Do you have a central thought that you start your morning with and that you keep repeating to yourself throughout the day, especially in times when you are anxious or worried or angry or hurt? Today, I started with the thought: I want to be the best version of myself. And believe you me, that was the last thing I was. Sometimes, I wonder how a good and inspiring moment can turn sour or wrong with just a single argument or hurtful saying. Have you ever wondered how life takes on a very beautiful and smooth turn when you are happy and content? And how the moment can turn dark when thoughts become bitter? It is in such moments that the power of the mind becomes so evident. We can choose to be happy or burdened. If only there were ways to create sentinels to stand at the gateway of our minds, they would know what is good for us and what we can turn away. Happy thoughts? Yes, you can come in. Hurt, stay out. Joy, please enter. Arguments, no way can you have access. But it does not work that way. There are no sentinels, there are no guardians, no angels even. Just us. Just me. This is when the tools we have in our yoga belt come to the rescue. The contents of the tool belt, which I proudly wear, vary for each of us, but there are some essentials that help get us through most situations.

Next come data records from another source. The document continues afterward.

pub const TEAMS: &[Team] = &[
    Team {
        class: "returns",
        subjects: &[
            "Return request for order {order}",
            "How do I return the {product}?",
            "return label not working",
            "Want to send back my {product}",
            "Refund for returned item?",
            "exchange for a different size",
            "return window question",
        ],
        lines: &[
            "I'd like to return the {product} I bought on {date}, it doesn't fit.",
            "Can you send me a prepaid return label for order {order}?",
            "The return label you emailed will not scan at the drop-off point.",
            "I shipped the {product} back {days} days ago and still no refund.",
            "It's unused and still in the original packaging with the tags on.",
            "Could I exchange it for a size larger instead of a refund?",
            "Is the return window {days} days, or {n} weeks for sale items?",
            "The colour looks nothing like the photos, I want to send it back.",
            "My partner bought the same {product} so we don't need this one.",
            "Please confirm you received my return, tracking {tracking}.",
            "Do I have to pay for return shipping if I simply changed my mind?",
            "I dropped the parcel at the {carrier} counter in {city} on {date}.",
            "Where do I print the return form? The link https://quillmoss.example/returns/{h8} opens a blank page.",
            "The refund only covered part of the price although I sent everything back.",
        ],
        new_line_lines: &[
            "The {newp} runs far too warm for me, I'd like to send it back.",
            "The heated vest is bulkier than I expected, can I still return it after charging it once?",
        ],
        new_line_subjects: &["Returning my {newp}"],
        hazard_lines: &[],
        new_line_hazard_lines: &[],
        outage_lines: &[],
        neighbours: &["warranty", "billing", "order_changes"],
    },
    Team {
        class: "shipping",
        subjects: &[
            "Where is my order {order}?",
            "parcel not delivered",
            "Tracking hasn't updated",
            "Delivery delayed",
            "package marked delivered but not here",
            "Stuck at the depot",
        ],
        lines: &[
            "My order {order} was supposed to arrive on {date} but nothing came.",
            "Tracking number {tracking} hasn't moved for {days} days.",
            "The {carrier} app says delivered but there is no parcel at {address}.",
            "The box arrived crushed and the {product} inside is dented.",
            "Can the courier leave it with a neighbour? I'm away until {date}.",
            "It has been stuck at the depot in {city} since {date}.",
            "Only half of my order arrived, the {product} is missing from the box.",
            "Why was it sent with {carrier}? They never deliver to my street.",
            "Is there any way to speed up delivery? I leave for a trip on {date}.",
            "The driver left a card but the depot has no record of the parcel.",
            "I paid for express shipping and it still took {days} days.",
            "The customs form is holding my parcel, what do I need to send?",
            "Please resend, the parcel went back to the sender by mistake.",
        ],
        new_line_lines: &["My pre-order of the {newp} still shows as processing, when will it ship?"],
        new_line_subjects: &["{newp} pre-order not shipped"],
        hazard_lines: &[],
        new_line_hazard_lines: &[],
        outage_lines: &[],
        neighbours: &["order_changes", "returns"],
    },
    Team {
        class: "billing",
        subjects: &[
            "Charged twice",
            "Invoice for order {order}",
            "refund not on my card",
            "Wrong amount charged",
            "promo code didn't apply",
            "Payment declined but money taken",
        ],
        lines: &[
            "I was charged {amount} twice for the same order {order}.",
            "My card statement shows {amount} but the checkout total was lower.",
            "The refund you confirmed on {date} still hasn't reached my card.",
            "The promo code wasn't applied at checkout, can you adjust the price?",
            "Please send a VAT invoice with my company name for order {order}.",
            "Payment was declined but the money left my bank account anyway.",
            "I was billed for express shipping that I didn't choose.",
            "Can I split the payment between a gift card and my credit card?",
            "My gift card balance shows zero although I never used it.",
            "There's a pending charge of {amount} from {date} that I don't recognise.",
            "The price dropped {n} days after I bought the {product}, do you price match?",
            "The instalment plan took this month's payment early.",
        ],
        new_line_lines: &["I was charged for the {newp} pre-order before it even shipped."],
        new_line_subjects: &["Charged early for {newp}"],
        hazard_lines: &[],
        new_line_hazard_lines: &[],
        outage_lines: &[
            "Checkout froze on the payment step, but I was charged {amount} anyway.",
            "The payment page showed an error {n} times and now I see {n} charges on my card.",
            "The site said payment failed, yet my bank shows the money gone.",
            "During the checkout problems today I was charged without getting an order confirmation.",
        ],
        neighbours: &["returns", "account_access", "order_changes"],
    },
    Team {
        class: "account_access",
        subjects: &[
            "Can't log in",
            "Password reset email never arrives",
            "account locked",
            "Verification code not working",
            "Change the email on my account",
            "Someone logged into my account?",
        ],
        lines: &[
            "I can't log in to my account, it keeps saying the password is wrong.",
            "The password reset email never arrives at {email}.",
            "My account got locked after {n} attempts, please unlock it.",
            "The verification code from the app is always rejected.",
            "I got a login alert from {ip} and it wasn't me.",
            "Please change the email on my account to {email}.",
            "The reset link expires before I can even open it.",
            "I can't see my order history since I logged in with the new email.",
            "Session {uuid} keeps logging me out every few minutes.",
            "Please delete my account and all the data you hold about me.",
            "I signed up twice by accident, can you merge the two accounts?",
            "My loyalty points disappeared after I changed my password.",
        ],
        new_line_lines: &["The heating app won't let me sign in with my shop account."],
        new_line_subjects: &["Can't sign in to the {newp} app"],
        hazard_lines: &[],
        new_line_hazard_lines: &[],
        outage_lines: &["I couldn't log in all afternoon, is the site down?"],
        neighbours: &["billing", "order_changes"],
    },
    Team {
        class: "product_defect",
        subjects: &[
            "{product} broke after {n} uses",
            "Defective {product}",
            "faulty zip",
            "seam came apart",
            "{product} not working",
            "Problem with my {product}",
        ],
        lines: &[
            "The zip on my {product} split after {n} trips.",
            "A seam on the {product} started to come apart on the first night.",
            "The pole section cracked when I pitched the tent in light wind.",
            "The buckle on the hip belt snapped off.",
            "Water leaks through the floor even though it's sold as waterproof.",
            "The headlamp flickers and switches itself off.",
            "The sole of the shoe is peeling away at the toe.",
            "The filter cartridge clogged after only {n} litres.",
            "The stitching on the shoulder strap is fraying already.",
            "The ignition button on the stove doesn't spark any more.",
            "The quilt is losing down through the baffles.",
            "One trekking pole won't lock at any length.",
            "Part {part} came out of the box bent.",
            "It stopped working after {n} days of normal use.",
        ],
        new_line_lines: &[
            "Since it arrived last week the heating panel in my {newp} stays cold on every setting.",
            "The glow ring blinks amber and the heat never comes on, I want my money back.",
            "The power cell drops from full to empty in about {n} minutes although I charged it overnight.",
            "After the firmware update in the app the vest only heats on the left side.",
            "The charging port is loose and the cable falls out as soon as I move.",
            "The heat setting jumps back to low by itself, can I exchange it for one that works?",
            "I can log in to the app fine but the controls do nothing on the {newp}.",
            "The {newp} I ordered on {date} will not switch on at all.",
        ],
        new_line_subjects: &["{newp} won't heat", "glow ring blinking", "power cell not holding charge"],
        hazard_lines: &[
            "The stove leaks fuel around the canister valve and I could smell gas.",
            "The stove flared up and singed my hand, it could easily have started a fire.",
            "The harness buckle snapped while I was hanging on it, I could have fallen.",
            "A trekking pole collapsed on a steep descent and I fell and hurt my knee.",
            "The headlamp battery got so hot it burned my forehead.",
            "The fuel line on the stove cracked and fuel sprayed out while it was lit.",
        ],
        new_line_hazard_lines: &[
            "The power cell swelled up and got too hot to hold while charging.",
            "I smelled burning plastic from the heating panel and there is a scorch mark.",
            "The battery pocket melted a little and the lining is scorched.",
            "The gloves got so hot they burned the back of my hand.",
        ],
        outage_lines: &[],
        neighbours: &["warranty", "returns", "product_questions"],
    },
    Team {
        class: "warranty",
        subjects: &[
            "Warranty claim",
            "Is this covered by warranty?",
            "warranty repair for {product}",
            "Lifetime guarantee question",
            "Replacement under warranty",
            "Warranty claim {case}",
        ],
        lines: &[
            "I'd like to make a warranty claim for my {product}, bought in {year}.",
            "Is wear on the {product} after {n} years covered by your guarantee?",
            "I lost the receipt, can you find the purchase under {email}?",
            "Do you repair the {product} or only replace it under warranty?",
            "The warranty form asks for a serial number, where is it on the {product}?",
            "My warranty case {case} has had no update for {days} days.",
            "Can I send it to the repair centre in {city} directly?",
            "The replacement you sent under warranty has the same fault.",
            "It was a gift, does the warranty still apply?",
            "I've attached photos of the damage for the warranty team.",
            "How long does a warranty repair usually take?",
            "The lifetime guarantee was one of the reasons I bought it.",
        ],
        new_line_lines: &[
            "Is the power cell covered by the same warranty as the {newp}?",
            "How many charge cycles does the warranty on the power cell cover?",
        ],
        new_line_subjects: &["{newp} warranty"],
        hazard_lines: &[],
        new_line_hazard_lines: &[],
        outage_lines: &[],
        neighbours: &["product_defect", "returns"],
    },
    Team {
        class: "order_changes",
        subjects: &[
            "Change my order {order}",
            "Cancel order",
            "Add an item to my order",
            "Change delivery address",
            "Wrong size ordered",
            "Modify order before it ships",
        ],
        lines: &[
            "Can I cancel order {order}? I ordered the wrong colour.",
            "Please change the delivery address to {address} before it ships.",
            "I'd like to add the {product} to order {order} if it hasn't shipped yet.",
            "I ordered size {size} by mistake, can you change it to {size}?",
            "Please combine my two orders into one shipment.",
            "Can you hold the order until {date}? I'm away.",
            "I placed the same order twice, please cancel one of them.",
            "Can I switch the {product} in my order to the {colour} one?",
            "The order confirmation shows the wrong name, it should be {name}.",
            "Is it too late to remove the {product} from order {order}?",
            "Could you swap standard delivery for pickup at the {city} store?",
        ],
        new_line_lines: &["Can I swap my {newp} pre-order for the heated gloves instead?"],
        new_line_subjects: &["Change my {newp} pre-order"],
        hazard_lines: &[],
        new_line_hazard_lines: &[],
        outage_lines: &[
            "I'm not sure my order went through during the outage, please check.",
            "The checkout crashed, did order {order} get placed twice?",
        ],
        neighbours: &["shipping", "billing", "returns"],
    },
    Team {
        class: "product_questions",
        subjects: &[
            "Question about the {product}",
            "Which size should I get?",
            "Is the {product} waterproof?",
            "Compatibility question",
            "Back in stock?",
            "Before I buy",
        ],
        lines: &[
            "Is the {product} warm enough for nights around freezing?",
            "What is the packed weight of the {product}?",
            "Will the {product} fit in a {n} litre pack?",
            "Which fuel canisters work with the stove?",
            "Do you know when the {colour} version is back in stock?",
            "Is the {product} suitable for a beginner on a first trip?",
            "Can the filter be used with water from glacier streams?",
            "How do I choose between the {product} and the {product}?",
            "Are the trail shoes true to size or should I size up?",
            "Does the tent come with a footprint or is that sold separately?",
            "Can I wash the quilt at home, and at what temperature?",
            "Is there a store in {city} where I can try the {product}?",
        ],
        new_line_lines: &[
            "Can I take the power cell on a plane in my hand luggage?",
            "How long does the {newp} heat on the highest setting?",
            "Is a charger included or do I need my own usb-c brick?",
            "Does the {newp} still heat when it gets wet?",
        ],
        new_line_subjects: &["Question about the {newp}", "Battery life of the {newp}?"],
        hazard_lines: &[],
        new_line_hazard_lines: &[],
        outage_lines: &[],
        neighbours: &["product_defect", "order_changes"],
    },
];
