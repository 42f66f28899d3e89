package dev.weft.examples.camerademo;

import static org.assertj.core.api.Assertions.assertThat;

import dev.weft.runtime.ConfiguredRun;
import dev.weft.runtime.config.WeftConfig;
import dev.weft.runtime.dryrun.DryRun;
import dev.weft.runtime.dryrun.GateThresholds;
import dev.weft.runtime.recording.RecordedFrames;
import dev.weft.runtime.recording.Recording;
import dev.weft.runtime.recording.Recordings;
import dev.weft.safety.WatchdogCondition;
import java.nio.file.Files;
import java.nio.file.Path;
import java.util.List;
import org.junit.jupiter.api.BeforeAll;
import org.junit.jupiter.api.Test;
import org.junit.jupiter.api.io.TempDir;
import org.junit.jupiter.params.ParameterizedTest;
import org.junit.jupiter.params.provider.ValueSource;

/**
 * The shipped seed-tray scenario dry-run through weft's loop with its camera replayed: the clean
 * episodes pass their gates with inference several control periods long (stale steps dropped),
 * the camera that stops stops the arm, the plan really comes from the image (another episode's
 * frames make the arm miss), and the shipped files are what the generator writes.
 */
class CameraDemoTest {

    static final Path DIR = Path.of("..", "examples", "camera-demo");
    /** Inference modelled as six ticks (30 ms) whatever this machine's timing: the same run every time. */
    static final long LATENCY_TICKS = 6;

    static WeftConfig config;
    static ConfiguredRun run;

    @TempDir
    static Path reports;

    @BeforeAll
    static void load() throws Exception {
        Path yaml = DIR.resolve("demo.yaml");
        config = WeftConfig.parse(Files.readString(yaml), DIR, yaml.toString());
        run = ConfiguredRun.of(config);
    }

    static Path recording(String name) {
        return DIR.resolve("recordings").resolve(name + ".h5");
    }

    static DryRun.Result dryRun(String name, List<RecordedFrames> frames, GateThresholds gates, String out)
            throws Exception {
        return dryRun(name, frames, gates, out, false);
    }

    static DryRun.Result dryRun(String name, List<RecordedFrames> frames, GateThresholds gates, String out,
                                boolean closedLoop) throws Exception {
        Recording rec = Recordings.read(recording(name), config.recordingSpec().orElseThrow());
        return DryRun.run(run, rec, frames, new DryRun.Options(reports.resolve(out), name, closedLoop, false,
                LATENCY_TICKS, gates, null));
    }

    static List<RecordedFrames> frames(String name) throws Exception {
        return Recordings.readCameras(recording(name), config.recordingSpec().orElseThrow());
    }

    @ParameterizedTest
    @ValueSource(strings = {"tray-01", "tray-02", "tray-03", "tray-04"})
    void everyCleanEpisodePassesItsGatesWithTheInferenceTakingSeveralPeriods(String name) throws Exception {
        DryRun.Result r = dryRun(name, frames(name), GateThresholds.of(config.gates()), name);
        assertThat(r.summary().passed()).as(r.summary().toString()).isTrue();
        assertThat(r.summary().stops()).isEmpty();
        // a chunk arrives six ticks after its observation: its first steps are stale and dropped
        assertThat(r.summary().staleDropped()).isPositive();
        assertThat(r.summary().deferredQueries()).isZero();
        // the inference figures the summary carries were measured on this machine, in ms
        assertThat(r.summary().inferenceMs().p50()).isPositive();
        assertThat(r.summary().inferenceMs().p99()).isGreaterThanOrEqualTo(r.summary().inferenceMs().p50());
        assertThat(r.trace().frames()).hasSize(4);
    }

    @Test
    void theCameraThatStopsStopsTheArmOnceItsLastFrameIsOlderThanItsBound() throws Exception {
        DryRun.Result r = dryRun("tray-05-glitch", frames("tray-05-glitch"),
                GateThresholds.of(config.gates()).withStops(1, -1), "glitch");
        assertThat(r.summary().passed()).isTrue();
        assertThat(r.summary().stops()).hasSize(1);
        assertThat(r.summary().stops().get(0).causeCode()).isEqualTo(WatchdogCondition.FRAME_STALE.code());
        // the last frame is at 2.963 s and the bound 0.15 s: stale from 3.113 s, the tick at 3.115 s
        assertThat(r.summary().stops().get(0).timeSeconds()).isBetween(3.11, 3.125);
    }

    @Test
    void thePlanComesFromTheImageAnotherEpisodesFramesMakeTheArmMiss() throws Exception {
        GateThresholds gates = GateThresholds.of(config.gates());
        // closed loop: the simulated arm follows weft's commands and the policy observes the arm, so
        // the plan has only the image to tell it where the tray is (replayed open loop, the recorded
        // states would carry it toward the right tray whatever the image)
        DryRun.Result own = dryRun("tray-04", frames("tray-04"), gates, "own", true);
        DryRun.Result swapped = dryRun("tray-04", frames("tray-01"), gates, "swapped", true);
        // where each run left the arm, against the two trays' poses (the generator's own geometry)
        List<BuildCameraDemo.Episode> shipped = BuildCameraDemo.episodes();
        double[] want = BuildCameraDemo.goal(shipped.get(3).x(), shipped.get(3).y());
        double[] other = BuildCameraDemo.goal(shipped.get(0).x(), shipped.get(0).y());
        double ownMiss = 0;
        double swappedMiss = 0;
        double swappedToOther = 0;
        for (int j = 0; j < 3; j++) {
            double[] a = own.trace().joints().get(j).command();
            double[] b = swapped.trace().joints().get(j).command();
            ownMiss = Math.max(ownMiss, Math.abs(a[a.length - 1] - want[j]));
            swappedMiss = Math.max(swappedMiss, Math.abs(b[b.length - 1] - want[j]));
            swappedToOther = Math.max(swappedToOther, Math.abs(b[b.length - 1] - other[j]));
        }
        String m = "own miss " + ownMiss + ", swapped miss " + swappedMiss + ", swapped to tray-01's pose " + swappedToOther;
        // measured here: own 0.058, swapped 0.84 from tray-04's pose and 0.095 from tray-01's (closed
        // loop the simulated arm lags and the fitted head was never shown its states, hence the
        // residual of a few centiradians either way)
        assertThat(ownMiss).as(m).isLessThan(0.1);
        assertThat(swappedMiss).as(m).isGreaterThan(0.5);
        assertThat(swappedToOther).as(m).isLessThan(0.15);
        assertThat(swapped.summary().passed()).isFalse();
    }

    @Test
    void theShippedFilesAreWhatTheGeneratorWrites(@TempDir Path fresh) throws Exception {
        BuildCameraDemo.main(new String[] {fresh.toString()});
        for (String f : List.of("demo.yaml", "models/tray-policy.onnx", "recordings/tray-01.h5",
                "recordings/tray-05-glitch.h5")) {
            assertThat(Files.mismatch(fresh.resolve(f), DIR.resolve(f))).as(f + " differs: regenerate").isEqualTo(-1);
        }
    }
}
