package dev.weft.safety;
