package cohort

import (
	"context"
	"errors"
	"os"
	"path/filepath"
	"slices"
	"strings"
	"testing"
)

// Read in shards, the participants fall apart by id and together make up the whole read: the
// same units with the same ordinals and windows, the same exclusions, and counts that add up.
func TestShardsMakeUpTheWholeRead(t *testing.T) {
	t.Parallel()
	dir := t.TempDir()
	var a, b strings.Builder
	a.WriteString("participant,window,f1,f2,flat\n")
	b.WriteString("participant,window,f1,f2,flat\n")
	for i := 0; i < 40; i++ {
		for p := 0; p < 9; p++ {
			if p == 8 && i >= 5 { // P8 has too few windows
				continue
			}
			f2 := itoa((i*p)%7) + ".5"
			if p == 3 && i == 2 {
				f2 = "NA" // one window dropped
			}
			// "flat" is constant in the participants of some shards only.
			row := "P" + itoa(p) + "," + itoa(i) + "," + itoa(i%5+p) + "," + f2 + "," + itoa(min(p, 1)) + "\n"
			if i%2 == 0 {
				a.WriteString(row)
			} else {
				b.WriteString(row)
			}
		}
	}
	paths := []string{write(t, dir, "a.csv", []byte(a.String())), write(t, dir, "b.csv", []byte(b.String()))}
	whole, err := Read(context.Background(), paths, ReadOptions{})
	if err != nil {
		t.Fatal(err)
	}
	for _, count := range []int{1, 2, 3, 7} {
		var units []*Unit
		var excluded []Exclusion
		windows, dropped := 0, 0
		var parts []*Constancy
		for s := 0; s < count; s++ {
			tab, err := Read(context.Background(), paths, ReadOptions{Shard: Shard{s, count}})
			if err != nil {
				t.Fatal(err)
			}
			if tab.Quality.WindowsIn != whole.Quality.WindowsIn || tab.Quality.UnitsIn != whole.Quality.UnitsIn {
				t.Errorf("%d shards, shard %d: %d windows and %d units in, whole %d and %d", count, s, tab.Quality.WindowsIn, tab.Quality.UnitsIn, whole.Quality.WindowsIn, whole.Quality.UnitsIn)
			}
			for _, u := range tab.Units {
				if ShardOf(u.ID, count) != s {
					t.Errorf("%d shards: %s read in shard %d, belongs to %d", count, u.ID, s, ShardOf(u.ID, count))
				}
			}
			if err := tab.SelectFeatures(whole.Features); err != nil {
				t.Fatal(err)
			}
			for i, u := range tab.Units {
				x, w := block(t, tab, i), block(t, whole, slices.IndexFunc(whole.Units, func(v *Unit) bool { return v.ID == u.ID }))
				if !slices.Equal(x, w) {
					t.Errorf("%d shards: %s's windows differ from the whole read's", count, u.ID)
				}
			}
			units = append(units, tab.Units...)
			excluded = append(excluded, tab.Quality.Excluded...)
			windows += tab.Quality.WindowsIn - tab.Quality.WindowsExcluded - tab.Quality.WindowsDropped
			dropped += tab.Quality.WindowsDropped
			parts = append(parts, tab.Constancy)
		}
		slices.SortFunc(units, func(a, b *Unit) int { return a.Ordinal - b.Ordinal })
		for i, u := range units {
			if w := whole.Units[i]; u.ID != w.ID || u.Ordinal != w.Ordinal || u.Windows() != w.Windows() {
				t.Errorf("%d shards: unit %d is %s (ordinal %d, %d windows), whole read %s (%d, %d)", count, i, u.ID, u.Ordinal, u.Windows(), w.ID, w.Ordinal, w.Windows())
			}
		}
		if len(units) != len(whole.Units) || len(excluded) != 1 || excluded[0].ID != "P8" || excluded[0].Ordinal != 8 || dropped != 1 {
			t.Errorf("%d shards: %d units (whole %d), excluded %v, %d dropped", count, len(units), len(whole.Units), excluded, dropped)
		}
		all := []string{"f1", "f2", "flat"}
		if kept, dropped, err := KeptFeatures(all, MergeConstancy(parts), paths[0]); err != nil || !slices.Equal(kept, whole.Features) || len(dropped) != len(whole.Quality.DroppedFeatures) {
			t.Errorf("%d shards: kept %v, dropped %v (%v); the whole read keeps %v", count, kept, dropped, err, whole.Features)
		}
	}
	if _, err := Read(context.Background(), paths, ReadOptions{Shard: Shard{3, 3}}); err == nil {
		t.Error("shard 3 of 3 was read")
	}
}

// A windows file gives back the table it was written from: the same units, ordinals, labels,
// windows and order keys, read from the file in place; other files are refused.
func TestWindowsFileGivesBackTheTable(t *testing.T) {
	t.Parallel()
	dir := t.TempDir()
	var b strings.Builder
	b.WriteString("participant,window,f1,f2,act\n")
	for i := 0; i < 60; i++ {
		for p := 0; p < 5; p++ {
			b.WriteString("P" + itoa(p) + "," + itoa(60-i) + "," + itoa(i%7+p) + ".125,-" + itoa(i%3) + ".5,a" + itoa(i%2) + "\n")
		}
	}
	path := write(t, dir, "c.csv", []byte(b.String()))
	opts := ReadOptions{Label: "act", Shard: Shard{1, 2}}
	tab, err := Read(context.Background(), []string{path}, opts)
	if err != nil {
		t.Fatal(err)
	}
	var buf strings.Builder
	if err := tab.WriteWindows(&buf, opts.Shard, "run-1"); err != nil {
		t.Fatal(err)
	}
	file := write(t, dir, "w.windows", []byte(buf.String()))
	back, shard, run, err := ReadWindows(file)
	if err != nil {
		t.Fatal(err)
	}
	if shard != opts.Shard || run != "run-1" || len(back.Units) != len(tab.Units) || !slices.Equal(back.Features, tab.Features) || !back.Spilled() {
		t.Fatalf("shard %v, %d units, features %v, read from the file %v", shard, len(back.Units), back.Features, back.Spilled())
	}
	for u, un := range tab.Units {
		bu := back.Units[u]
		if bu.ID != un.ID || bu.Ordinal != un.Ordinal || !slices.Equal(bu.Labels, un.Labels) ||
			!slices.Equal(block(t, back, u), block(t, tab, u)) || !slices.Equal(order(t, back, u), order(t, tab, u)) {
			t.Errorf("unit %s differs after the windows file", un.ID)
		}
	}
	if err := back.Close(); err != nil {
		t.Fatal(err)
	}
	if _, err := os.Stat(file); err != nil {
		t.Errorf("closing the table removed its windows file: %v", err)
	}
	if _, _, _, err := ReadWindows(path); !errors.Is(err, ErrWindows) {
		t.Errorf("a CSV file read as a windows file: %v", err)
	}
	// Issue 28: 14 of 20 single-bit flips in a windows file changed the result silently. Every
	// flip is now refused: in the header, the windows or the checksum itself.
	good := []byte(buf.String())
	for i := 0; i < len(good); i += 1 + len(good)/97 {
		for _, bit := range []byte{0x01, 0x80} {
			bad := slices.Clone(good)
			bad[i] ^= bit
			if _, _, _, err := ReadWindows(write(t, dir, "flip.windows", bad)); !errors.Is(err, ErrWindows) {
				t.Fatalf("bit %#x of byte %d of %d flipped: %v", bit, i, len(good), err)
			}
		}
	}
	if _, _, _, err := ReadWindows(write(t, dir, "long.windows", append(slices.Clone(good), 0))); !errors.Is(err, ErrWindows) {
		t.Errorf("a byte after the end: %v", err)
	}
}

// FuzzReadWindows: no file makes the windows reader panic or ask for more memory than the file
// could fill; it reads a table or says why not.
func FuzzReadWindows(f *testing.F) {
	dir := f.TempDir()
	path := write(f, dir, "c.csv", []byte(rowsOf(30, ",")))
	tab, err := Read(context.Background(), []string{path}, ReadOptions{})
	if err != nil {
		f.Fatal(err)
	}
	var buf strings.Builder
	if err := tab.WriteWindows(&buf, Shard{}, "run"); err != nil {
		f.Fatal(err)
	}
	f.Add([]byte(buf.String()))
	f.Add([]byte("participant,window\n"))
	f.Fuzz(func(t *testing.T, b []byte) {
		p := filepath.Join(t.TempDir(), "w")
		if err := os.WriteFile(p, b, 0o644); err != nil {
			t.Fatal(err)
		}
		back, _, _, err := ReadWindows(p)
		if err != nil && !errors.Is(err, ErrWindows) {
			t.Errorf("an error that is not ErrWindows: %v", err)
		}
		back.Close()
	})
}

As a gardener, I love using the garden as a metaphor for yoga, and vice versa. I carry my sharp snips, in my gardener’s belt, essential to cut flowers and dead head. This light-weight utensil is very sharp and probably the most useful tool to have. In the broader yogic sense, I would say this is the awareness. We all have some sort of mental snips we carry around, but to put it to use we need to know which thoughts to cut, which to dead head and when. An ever-developing consciousness will tell us when something is ripe, worth pursuing or just dead. I also have rubber-bands or pieces of cord to tie up and fix flowers that have drooped because of wind or rain. These have to be the fun part of life for sure, or have you never ever fired spitballs at your friends using rubber bands in school? These are the rescue remedy drops of life. Think of jokes, think of funny videos, think of absurd moments when you laughed and laughed and felt alive. I, particularly today, think of Baubo, the Greek mythological goddess of obscenity, and how she through her ribald jokes and lewd dances made Demeter, who was mad with grief from the loss of her daughter, Persephone, laugh again, and finally led Demeter discover where Persephone was hidden. There is a certain freedom in ribald jokes, a laughter that is both embarrassing and liberating. So, use these as well, like the rubber bands and many situations will become lighter, but please use your belly-laugh when you do. Then there is my phone. I use the camera on the phone a lot to take pictures of the flowers, the plants, the sunlight on the dew drops, the bees hovering over the open-lipped salvia, the petals of the fringed cosmos double-click. I use the camera to share and mostly to document. What was the progress? How did it grow? Like a journal, one might say. Yoga asanas do the same, each time we practice we get in touch with ourselves and we are taking notes, comparing them. How do I feel? Is my practice making my feel more and more at ease with my body. Am I documenting and keeping a chart, noting down what works and what doesn’t? The last item is of course the belt itself. That which holds all the tools together and what is it in our life but the breath itself. We only need to breathe and everything will fall in place.
So, I use the tools when life is not quite what I thought it would be, and it is a good thing too. Challenges are stepping stones for us to grow into our potentials. I, particularly, would like to use the rubber-bands today, a joke or two, a dance, a belly shake is just what I am up to.